Ich glaube nicht das das mit den incrementellen Updates so einfach ist ;-) nur ein paar dateichenen auszutauschen..... da sind zu viele DLLs im Spiel die warscheinlich ueberall aufgerufen werden.. Das einfachste ist dann alles nochmal neu mit dem Update auf die Platte zu braten. Ansonsten koennte es sein das im incrementellen Update ein paar Files vergessen wurden. 

Hab ne Stunde gebraucht beim letzten Update und die Siemens Software meinte dann nach 20 Minuten: Restdauer 2 min. die sich dann auf 40 minuten ausstreckten. Warscheinlich war meine Festplatte zu stark fragmentiert vom letzten Update 3 tage vorher....

Jetzt muss man sich vorstellen das eine geaenderte DLL von 100 Files aufgerufen wird. Dann muss mann die 100 aufrufenden  die wiederum von anderen augerufen werden und die aufrufenden- dann auch aendern/neukompilieren und mit in den Servicepack geben.

Auf meinem Laufwerken: 
D:\ProgramFiles (X86)\Siemens\ sinds 6.7GB mit ungefaehr 26.000 Dateien
C:\ProgramFiles (X86)\Common Files\ sinds 345MB mit ungefaehr 3.100 Dateien
C:\ProgramData\Siemens\ sinds 1,1GB mit ungefaer 15.000Dateien
ohnenden Rest der sich im Windows Verzeichnis oder anderen Verzeichnissen aufhaelt.
ungefaehr 44.000 files, ungefaehr 8,2GB


----------



## Onkel Dagobert (3 Februar 2016)

rostiger Nagel schrieb:


> .. die Zeit ohne TIA macht aus mir ein ganz anderen Mensch.
> 
> - Keine Agression mehr auf alles.
> - Puls geht normal.
> ...


Das klingt nach einem bevorstehenden Herzkasper.




rostiger Nagel schrieb:


> .. Eigentlich sollte jeden TIA User 125 Tage Jahresurlaub zu stehen ..

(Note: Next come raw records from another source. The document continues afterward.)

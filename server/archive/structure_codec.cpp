#include "archive/structure_codec.h"

#include <fmt/format.h>

#include <algorithm>
#include <bit>
#include <cmath>
#include <cstdint>
#include <cstring>
#include <limits>
#include <utility>

namespace bentlight::archive {

// Arrays are copied as they lie in memory.
static_assert(std::endian::native == std::endian::little);

namespace {

using nlohmann::json;

template <class Element>
NamedArray named_array(std::string name,
                       std::string descr,
                       std::vector<std::size_t> shape,
                       const std::vector<Element>& values) {
  const auto bytes = std::as_bytes(std::span(values));
  return {std::move(name), std::move(descr), std::move(shape), {bytes.begin(), bytes.end()}};
}

const NamedArray* find(std::span<const NamedArray> arrays, std::string_view name) {
  const auto found = std::ranges::find(arrays, name, &NamedArray::name);
  return found == arrays.end() ? nullptr : &*found;
}

/// Thrown inside this file only, as the JSON library throws its own; put_together turns both into an Error.
struct Missing {
  std::string text;
};

template <class Element>
std::vector<Element> values(std::span<const NamedArray> arrays,
                            std::string_view name,
                            std::string_view descr) {
  const NamedArray* array = find(arrays, name);
  if (array == nullptr) throw Missing{fmt::format("array '{}' is missing", name)};
  std::size_t count = 1;
  for (const std::size_t extent : array->shape) {
    if (__builtin_mul_overflow(count, extent, &count)) count = std::numeric_limits<std::size_t>::max();
  }
  if (array->descr != descr || array->bytes.size() / sizeof(Element) != count ||
      array->bytes.size() % sizeof(Element) != 0) {
    throw Missing{fmt::format("array '{}' is not what its header says", name)};
  }
  std::vector<Element> out(count);
  if (count > 0) std::memcpy(out.data(), array->bytes.data(), array->bytes.size());
  return out;
}

// JSON has no NaN and no infinity; a fill value may be either.
json number(double value) {
  if (std::isnan(value)) return "nan";
  if (std::isinf(value)) return value > 0 ? "inf" : "-inf";
  return value;
}

double number(const json& value) {
  if (value.is_string()) {
    if (value == "nan") return std::numeric_limits<double>::quiet_NaN();
    if (value == "inf") return std::numeric_limits<double>::infinity();
    if (value == "-inf") return -std::numeric_limits<double>::infinity();
  }
  return value.get<double>();
}

json optional_number(const std::optional<double>& value) {
  return value ? number(*value) : json(nullptr);
}
std::optional<double> optional_number(const json& value) {
  return value.is_null() ? std::optional<double>() : number(value);
}

template <class Enumeration>
struct Word {
  Enumeration value;
  const char* word;
};

constexpr Word<ElementType> element_words[] = {{ElementType::float32, "float32"},
                                               {ElementType::float64, "float64"},
                                               {ElementType::int16, "int16"},
                                               {ElementType::int32, "int32"}};
constexpr Word<Storage> storage_words[] = {{Storage::contiguous, "contiguous"},
                                           {Storage::chunked, "chunked"}};
constexpr Word<Filter> filter_words[] = {
    {Filter::deflate, "deflate"}, {Filter::shuffle, "shuffle"}, {Filter::fletcher32, "fletcher32"}};

template <class Enumeration, std::size_t count>
std::string word_of(const Word<Enumeration> (&words)[count], Enumeration value) {
  return std::ranges::find(words, value, &Word<Enumeration>::value)->word;
}

template <class Enumeration, std::size_t count>
Enumeration of_word(const Word<Enumeration> (&words)[count], const std::string& word) {
  for (const auto& known : words) {
    if (known.word == word) return known.value;
  }
  throw Missing{fmt::format("'{}' is no known word", word)};
}

json facts_of(const FrameMap& map) {
  json filters = json::array();
  for (const Filter filter : map.filters) filters.push_back(word_of(filter_words, filter));
  return {{"shape", map.shape},
          {"axes", map.axes},
          {"element", word_of(element_words, map.element)},
          {"big_endian", map.big_endian},
          {"scale", number(map.scale)},
          {"offset", number(map.offset)},
          {"metres_per_unit", number(map.metres_per_unit)},
          {"sign", map.sign},
          {"missing", optional_number(map.missing)},
          {"storage", word_of(storage_words, map.storage)},
          {"data_offset", map.data_offset},
          {"chunk_shape", map.chunk_shape},
          {"filters", filters},
          {"fill_value", number(map.fill_value)}};
}

FrameMap map_of(const json& facts, std::span<const NamedArray> arrays) {
  FrameMap map;
  map.shape = facts.at("shape").get<std::array<std::uint64_t, 3>>();
  map.axes = facts.at("axes").get<std::array<int, 3>>();
  map.element = of_word(element_words, facts.at("element").get<std::string>());
  map.big_endian = facts.at("big_endian").get<bool>();
  map.scale = number(facts.at("scale"));
  map.offset = number(facts.at("offset"));
  map.metres_per_unit = number(facts.at("metres_per_unit"));
  map.sign = facts.at("sign").get<int>();
  map.missing = optional_number(facts.at("missing"));
  map.storage = of_word(storage_words, facts.at("storage").get<std::string>());
  map.data_offset = facts.at("data_offset").get<std::uint64_t>();
  map.chunk_shape = facts.at("chunk_shape").get<std::array<std::uint64_t, 3>>();
  for (const auto& word : facts.at("filters"))
    map.filters.push_back(of_word(filter_words, word.get<std::string>()));
  map.fill_value = number(facts.at("fill_value"));
  if (map.storage == Storage::chunked) {
    const auto table = values<std::uint64_t>(arrays, "chunks", "<u8");
    map.chunks.reserve(table.size() / 2);
    for (std::size_t i = 0; i + 1 < table.size(); i += 2) {
      map.chunks.push_back({.offset = table[i],
                            .bytes = static_cast<std::uint32_t>(table[i + 1]),
                            .filter_mask = static_cast<std::uint32_t>(table[i + 1] >> 32)});
    }
  }
  return map;
}

NamedArray chunk_table(const std::vector<Chunk>& chunks) {
  std::vector<std::uint64_t> table;
  table.reserve(chunks.size() * 2);
  for (const Chunk& chunk : chunks) {
    table.push_back(chunk.offset);
    table.push_back(chunk.bytes | std::uint64_t{chunk.filter_mask} << 32);
  }
  return named_array("chunks", "<u8", {chunks.size(), 2}, table);
}

/// Every condition beside its name, so that both directions walk one list.
template <class Conditions, class Text, class Number>
void walk(Conditions& conditions, const Text& text, const Number& value) {
  text("campaign", conditions.campaign);
  text("run", conditions.run);
  text("source", conditions.source);
  text("note", conditions.note);
  value("azimuth_deg", conditions.azimuth_deg);
  value("elevation_deg", conditions.elevation_deg);
  value("aperture_diameter_m", conditions.aperture_diameter_m);
  value("reference_length_m", conditions.reference_length_m);
  value("mach", conditions.mach);
  value("velocity_m_s", conditions.velocity_m_s);
  value("density_kg_m3", conditions.density_kg_m3);
  value("temperature_k", conditions.temperature_k);
  value("wavelength_m", conditions.wavelength_m);
  value("gladstone_dale_m3_kg", conditions.gladstone_dale_m3_kg);
}

json facts_of(const Conditions& conditions) {
  json facts;
  walk(
      conditions, [&](const char* name, const std::string& text) { facts[name] = text; },
      [&](const char* name, const std::optional<double>& value) { facts[name] = optional_number(value); });
  return facts;
}

Conditions conditions_of(const json& facts) {
  Conditions conditions;
  walk(
      conditions, [&](const char* name, std::string& text) { text = facts.at(name).get<std::string>(); },
      [&](const char* name, std::optional<double>& value) { value = optional_number(facts.at(name)); });
  return conditions;
}

std::vector<Signal> signals_of(const json& facts, std::span<const NamedArray> arrays) {
  std::vector<Signal> signals;
  if (facts.empty()) return signals;
  const auto all = values<float>(arrays, "signals", "<f4");
  const std::size_t frames = all.size() / facts.size();
  for (std::size_t i = 0; i < facts.size(); ++i) {
    const auto first = all.begin() + static_cast<std::ptrdiff_t>(i * frames);
    signals.push_back({.name = facts[i].at("name").get<std::string>(),
                       .unit = facts[i].at("unit").get<std::string>(),
                       .values = {first, first + static_cast<std::ptrdiff_t>(frames)}});
  }
  return signals;
}

WavefrontFile assembled(const json& facts, std::span<const NamedArray> arrays) {
  WavefrontFile file;
  const json& identity = facts.at("identity");
  file.identity.stamp = {.size_bytes = identity.at("size_bytes").get<std::uint64_t>(),
                         .mtime_ns = identity.at("mtime_ns").get<std::int64_t>(),
                         .inode = identity.at("inode").get<std::uint64_t>()};
  file.identity.metadata_digest = identity.at("metadata_digest").get<std::string>();
  file.dataset = facts.at("dataset").get<std::string>();
  file.map = map_of(facts.at("map"), arrays);
  file.grid.rows = static_cast<std::size_t>(file.map.rows());
  file.grid.columns = static_cast<std::size_t>(file.map.columns());
  file.grid.x_m = values<double>(arrays, "x", "<f8");
  file.grid.y_m = values<double>(arrays, "y", "<f8");
  file.grid.mask = values<std::uint8_t>(arrays, "mask", "|u1");
  file.has_mask = facts.at("has_mask").get<bool>();
  if (facts.at("has_time").get<bool>()) file.time_s = values<double>(arrays, "time", "<f8");
  file.frame_rate_hz = number(facts.at("frame_rate_hz"));
  file.conditions = conditions_of(facts.at("conditions"));
  file.signals = signals_of(facts.at("signals"), arrays);
  return file;
}

/// A JSON exception or a missing part, as an Error.
template <class Make>
auto guarded(const Make& make) -> Expected<decltype(make())> {
  try {
    return make();
  } catch (const json::exception& fault) {
    return failure(ErrorCode::damaged_state, fault.what());
  } catch (const Missing& fault) {
    return failure(ErrorCode::damaged_state, fault.text);
  }
}

}  // namespace

TakenApart take_apart(const WavefrontFile& file) {
  const FileStamp& stamp = file.identity.stamp;
  TakenApart parts;
  parts.facts = {{"identity",
                  {{"size_bytes", stamp.size_bytes},
                   {"mtime_ns", stamp.mtime_ns},
                   {"inode", stamp.inode},
                   {"metadata_digest", file.identity.metadata_digest}}},
                 {"dataset", file.dataset},
                 {"map", facts_of(file.map)},
                 {"has_mask", file.has_mask},
                 {"has_time", !file.time_s.empty()},
                 {"frame_rate_hz", number(file.frame_rate_hz)},
                 {"conditions", facts_of(file.conditions)},
                 {"signals", json::array()}};
  const optics::Grid& grid = file.grid;
  parts.arrays.push_back(named_array("x", "<f8", {grid.x_m.size()}, grid.x_m));
  parts.arrays.push_back(named_array("y", "<f8", {grid.y_m.size()}, grid.y_m));
  parts.arrays.push_back(named_array("mask", "|u1", {grid.rows, grid.columns}, grid.mask));
  if (!file.time_s.empty())
    parts.arrays.push_back(named_array("time", "<f8", {file.time_s.size()}, file.time_s));
  if (file.map.storage == Storage::chunked) parts.arrays.push_back(chunk_table(file.map.chunks));
  if (!file.signals.empty()) {
    std::vector<float> all;
    for (const Signal& signal : file.signals) {
      parts.facts["signals"].push_back({{"name", signal.name}, {"unit", signal.unit}});
      all.insert(all.end(), signal.values.begin(), signal.values.end());
    }
    parts.arrays.push_back(
        named_array("signals", "<f4", {file.signals.size(), file.signals.front().values.size()}, all));
  }
  return parts;
}

Expected<WavefrontFile> put_together(const json& facts, std::span<const NamedArray> arrays) {
  return guarded([&] { return assembled(facts, arrays); });
}

json to_json(const Layout& layout) {
  return {{"dataset", layout.dataset},
          {"axes", layout.axes},
          {"unit", layout.unit ? json(*layout.unit) : json(nullptr)},
          {"scale", layout.scale},
          {"offset", layout.offset},
          {"sign", layout.sign ? json(*layout.sign) : json(nullptr)},
          {"time", layout.time},
          {"mask", layout.mask},
          {"x", layout.x},
          {"y", layout.y},
          {"signals", layout.signals}};
}

Expected<Layout> layout_from_json(const json& json) {
  return guarded([&] {
    Layout layout;
    layout.dataset = json.at("dataset").get<std::string>();
    layout.axes = json.at("axes").get<std::array<int, 3>>();
    if (!json.at("unit").is_null()) layout.unit = json.at("unit").get<std::string>();
    layout.scale = json.at("scale").get<double>();
    layout.offset = json.at("offset").get<double>();
    if (!json.at("sign").is_null()) layout.sign = json.at("sign").get<int>();
    layout.time = json.at("time").get<std::string>();
    layout.mask = json.at("mask").get<std::string>();
    layout.x = json.at("x").get<std::string>();
    layout.y = json.at("y").get<std::string>();
    layout.signals = json.at("signals").get<std::string>();
    return layout;
  });
}

}  // namespace bentlight::archive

Und das klingt nach der arbeitsunfähigen Zeit danach.


----------



## Thomas_v2.1 (3 Februar 2016)

Vor allem bringt jede Siemens Appllikation den gleichen Satz identischer DLLs mit, was die ganze Sache unheimlich aufbläht. Von den DLLs im Plcsim Verzeichnis sind bestimmt 3/4 völlig identisch schon im Hauptverzeichnis vorhanden. Und trotzdem ist es nicht möglich nur eine Anwendung aus dem TIA-Portal mit einem Servicepack hochzurüsten, weil dann überhaupt nichts mehr funktioniert. Noch schlimmer, es ist sogar die Reihenfolge wichtig in der die Servicepacks eingespielt werden. Warum der Updater die Reihenfolge nicht kennt und diese in der richtigen Siemens bekannten Reihenfolge installiert ist mr schleierhaft.
Bei einer C/C++-Anwendung hätte man das TIA-Portal auch genausogut statisch gelinkt zu einer 500Mbyte großen exe übersetzen können. Aber das ist bei .Net-Anwendungen nicht möglich soweit ich weiß. Jede Programmbibliothek landet immer in einer DLL.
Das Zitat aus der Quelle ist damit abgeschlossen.